(Dataset excerpts)
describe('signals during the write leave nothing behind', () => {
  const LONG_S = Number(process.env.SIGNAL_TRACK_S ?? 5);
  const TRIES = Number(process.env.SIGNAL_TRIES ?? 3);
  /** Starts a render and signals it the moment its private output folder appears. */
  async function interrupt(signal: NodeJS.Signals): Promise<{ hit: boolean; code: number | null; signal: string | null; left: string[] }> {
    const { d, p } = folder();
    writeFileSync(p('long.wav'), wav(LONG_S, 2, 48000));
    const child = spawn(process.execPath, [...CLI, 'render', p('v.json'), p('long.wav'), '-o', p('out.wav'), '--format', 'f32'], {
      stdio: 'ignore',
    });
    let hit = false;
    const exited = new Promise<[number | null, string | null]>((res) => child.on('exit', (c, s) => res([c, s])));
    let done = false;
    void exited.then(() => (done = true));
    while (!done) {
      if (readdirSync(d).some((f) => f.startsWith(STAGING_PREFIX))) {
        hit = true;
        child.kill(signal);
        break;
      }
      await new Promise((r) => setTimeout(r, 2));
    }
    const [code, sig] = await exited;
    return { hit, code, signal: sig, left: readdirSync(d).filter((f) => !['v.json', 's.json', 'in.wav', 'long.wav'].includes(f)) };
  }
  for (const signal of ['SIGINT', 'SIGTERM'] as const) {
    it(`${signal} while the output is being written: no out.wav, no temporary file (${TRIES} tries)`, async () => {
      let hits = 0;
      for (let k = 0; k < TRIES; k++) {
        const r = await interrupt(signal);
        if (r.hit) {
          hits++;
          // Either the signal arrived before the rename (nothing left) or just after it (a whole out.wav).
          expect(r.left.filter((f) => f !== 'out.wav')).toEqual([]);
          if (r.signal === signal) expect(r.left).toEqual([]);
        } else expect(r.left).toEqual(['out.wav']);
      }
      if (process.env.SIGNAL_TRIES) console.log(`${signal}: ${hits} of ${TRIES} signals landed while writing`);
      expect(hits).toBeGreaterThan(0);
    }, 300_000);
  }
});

What to work on: Beginning at the top of the data, please return every line until and including the line containing "let hit = false;", copied exactly, and nothing past it.

Exercise response:
describe('signals during the write leave nothing behind', () => {
  const LONG_S = Number(process.env.SIGNAL_TRACK_S ?? 5);
  const TRIES = Number(process.env.SIGNAL_TRIES ?? 3);
  /** Starts a render and signals it the moment its private output folder appears. */
  async function interrupt(signal: NodeJS.Signals): Promise<{ hit: boolean; code: number | null; signal: string | null; left: string[] }> {
    const { d, p } = folder();
    writeFileSync(p('long.wav'), wav(LONG_S, 2, 48000));
    const child = spawn(process.execPath, [...CLI, 'render', p('v.json'), p('long.wav'), '-o', p('out.wav'), '--format', 'f32'], {
      stdio: 'ignore',
    });
    let hit = false;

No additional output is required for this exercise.